# Task requirements
Every entry, from first to last, is to be written out exactly.

***

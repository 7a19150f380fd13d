package main

// Crash recovery: every window keeps its unsaved work in a recovery file
// of its own (so two windows, or two running programs, never overwrite
// each other's), and at start-up the program offers the files left by
// sessions that ended without saving.

import (
	"fmt"
	"os"
	"path/filepath"
	"sort"
	"strconv"
	"strings"
	"time"

	"fyne.io/fyne/v2"
	"fyne.io/fyne/v2/dialog"
	"fyne.io/fyne/v2/widget"

	"kinetarium/network"
)

// recoveryDir is the folder of the recovery files.
func recoveryDir() string {
	dir, err := os.UserConfigDir()
	if err != nil {
		dir = os.TempDir()
	}
	return filepath.Join(dir, "kinetarium", "recovery")
}

// newRecoveryPath names the recovery file of a new window:
// unsaved-PID-NANOSECONDS.json, unique to the program run and the window.
func newRecoveryPath() string {
	return filepath.Join(recoveryDir(), fmt.Sprintf("unsaved-%d-%d.json", os.Getpid(), time.Now().UnixNano()))
}

// recoveryPID reads the process number from a recovery file's name; ok is
// false for other files.
func recoveryPID(name string) (pid int, ok bool) {
	rest, ok := strings.CutPrefix(name, "unsaved-")
	if !ok {
		return 0, false
	}
	rest, ok = strings.CutSuffix(rest, ".json")
	if !ok {
		return 0, false
	}
	a, b, ok := strings.Cut(rest, "-")
	if !ok {
		return 0, false
	}
	pid, err := strconv.Atoi(a)
	if _, err2 := strconv.ParseInt(b, 10, 64); err != nil || err2 != nil {
		return 0, false
	}
	return pid, true
}

// sessionAlive reports whether the program run pid is still running (its
// recovery file is then in use, not left behind). A variable for tests.
var sessionAlive = processAlive

// recovery is unsaved work left behind by an earlier session.
type recovery struct {
	path  string
	model *network.Model
	when  time.Time
}

// findRecoveries lists the recovery files of sessions that are no longer
// running, newest first, other than this window's own. Files that cannot
// be read as models are removed (they hold nothing to restore).
func (w *mainWindow) findRecoveries() []recovery {
	entries, err := os.ReadDir(recoveryDir())
	if err != nil {
		return nil
	}
	var out []recovery
	for _, e := range entries {
		pid, ok := recoveryPID(e.Name())
		p := filepath.Join(recoveryDir(), e.Name())
		if !ok || p == w.recoveryFile || sessionAlive(pid) {
			continue
		}
		fi, err := e.Info()
		if err != nil {
			continue
		}
		m, err := network.Load(p)
		if err != nil {
			os.Remove(p)
			continue
		}
		out = append(out, recovery{path: p, model: m, when: fi.ModTime()})
	}
	sort.Slice(out, func(i, j int) bool { return out[i].when.After(out[j].when) })
	return out
}

// offerRecovery asks, for each recovery in turn, whether to restore it.
func (w *mainWindow) offerRecovery(recs []recovery) {
	if len(recs) == 0 {
		return
	}
	r := recs[0]
	title := strings.TrimSpace(r.model.Title)
	if title == "" {
		title = "untitled"
	}
	msg := widget.NewLabel(fmt.Sprintf("Kinetarium kept unsaved work from %s (model “%s”).\nRestore it? The restored model opens as a new, unsaved file.",
		r.when.Format("2 Jan 15:04"), title))
	d := dialog.NewCustomConfirm("Restore unsaved work?", "Restore", "Discard it", msg, func(ok bool) {
		if ok {
			w.restoreRecovery(r)
		} else {
			os.Remove(r.path)
		}
		if len(recs) > 1 {
			fyne.Do(func() { w.offerRecovery(recs[1:]) })
		}
	}, w.win)
	fyne.Do(d.Show)
}

// restoreRecovery opens the recovered model as a new, unsaved file, moves
// it into this window's recovery file and removes the old one.
func (w *mainWindow) restoreRecovery(r recovery) {
	w.exampleOf = ""
	w.setModel(r.model, "")
	// The restored work exists only in a recovery file until saved: keep
	// it in this window's own at once, then drop the old one.
	w.doc.MarkModified()
	w.updateTitle()
	w.autosave()
	if _, err := os.Stat(w.recoveryFile); err == nil {
		os.Remove(r.path)
	}
	w.simulate()
}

***

# Answer space
repository 7a19150f380fd13d
package main

// Crash recovery: every window keeps its unsaved work in a recovery file
// of its own (so two windows, or two running programs, never overwrite
// each other's), and at start-up the program offers the files left by
// sessions that ended without saving.

import (
	"fmt"
	"os"
	"path/filepath"
	"sort"
	"strconv"
	"strings"
	"time"

	"fyne.io/fyne/v2"
	"fyne.io/fyne/v2/dialog"
	"fyne.io/fyne/v2/widget"

	"kinetarium/network"
)

// recoveryDir is the folder of the recovery files.
func recoveryDir() string {
	dir, err := os.UserConfigDir()
	if err != nil {
		dir = os.TempDir()
	}
	return filepath.Join(dir, "kinetarium", "recovery")
}

// newRecoveryPath names the recovery file of a new window:
// unsaved-PID-NANOSECONDS.json, unique to the program run and the window.
func newRecoveryPath() string {
	return filepath.Join(recoveryDir(), fmt.Sprintf("unsaved-%d-%d.json", os.Getpid(), time.Now().UnixNano()))
}

// recoveryPID reads the process number from a recovery file's name; ok is
// false for other files.
func recoveryPID(name string) (pid int, ok bool) {
	rest, ok := strings.CutPrefix(name, "unsaved-")
	if !ok {
		return 0, false
	}
	rest, ok = strings.CutSuffix(rest, ".json")
	if !ok {
		return 0, false
	}
	a, b, ok := strings.Cut(rest, "-")
	if !ok {
		return 0, false
	}
	pid, err := strconv.Atoi(a)
	if _, err2 := strconv.ParseInt(b, 10, 64); err != nil || err2 != nil {
		return 0, false
	}
	return pid, true
}

// sessionAlive reports whether the program run pid is still running (its
// recovery file is then in use, not left behind). A variable for tests.
var sessionAlive = processAlive

// recovery is unsaved work left behind by an earlier session.
type recovery struct {
	path  string
	model *network.Model
	when  time.Time
}

// findRecoveries lists the recovery files of sessions that are no longer
// running, newest first, other than this window's own. Files that cannot
// be read as models are removed (they hold nothing to restore).
func (w *mainWindow) findRecoveries() []recovery {
	entries, err := os.ReadDir(recoveryDir())
	if err != nil {
		return nil
	}
	var out []recovery
	for _, e := range entries {
		pid, ok := recoveryPID(e.Name())
		p := filepath.Join(recoveryDir(), e.Name())
		if !ok || p == w.recoveryFile || sessionAlive(pid) {
			continue
		}
		fi, err := e.Info()
		if err != nil {
			continue
		}
		m, err := network.Load(p)
		if err != nil {
			os.Remove(p)
			continue
		}
		out = append(out, recovery{path: p, model: m, when: fi.ModTime()})
	}
	sort.Slice(out, func(i, j int) bool { return out[i].when.After(out[j].when) })
	return out
}

// offerRecovery asks, for each recovery in turn, whether to restore it.
func (w *mainWindow) offerRecovery(recs []recovery) {
	if len(recs) == 0 {
		return
	}
	r := recs[0]
	title := strings.TrimSpace(r.model.Title)
	if title == "" {
		title = "untitled"
	}
	msg := widget.NewLabel(fmt.Sprintf("Kinetarium kept unsaved work from %s (model “%s”).\nRestore it? The restored model opens as a new, unsaved file.",
		r.when.Format("2 Jan 15:04"), title))
	d := dialog.NewCustomConfirm("Restore unsaved work?", "Restore", "Discard it", msg, func(ok bool) {
		if ok {
			w.restoreRecovery(r)
		} else {
			os.Remove(r.path)
		}
		if len(recs) > 1 {
			fyne.Do(func() { w.offerRecovery(recs[1:]) })
		}
	}, w.win)
	fyne.Do(d.Show)
}

// restoreRecovery opens the recovered model as a new, unsaved file, moves
// it into this window's recovery file and removes the old one.
func (w *mainWindow) restoreRecovery(r recovery) {
	w.exampleOf = ""
	w.setModel(r.model, "")
	// The restored work exists only in a recovery file until saved: keep
	// it in this window's own at once, then drop the old one.
	w.doc.MarkModified()
	w.updateTitle()
	w.autosave()
	if _, err := os.Stat(w.recoveryFile); err == nil {
		os.Remove(r.path)
	}
	w.simulate()
}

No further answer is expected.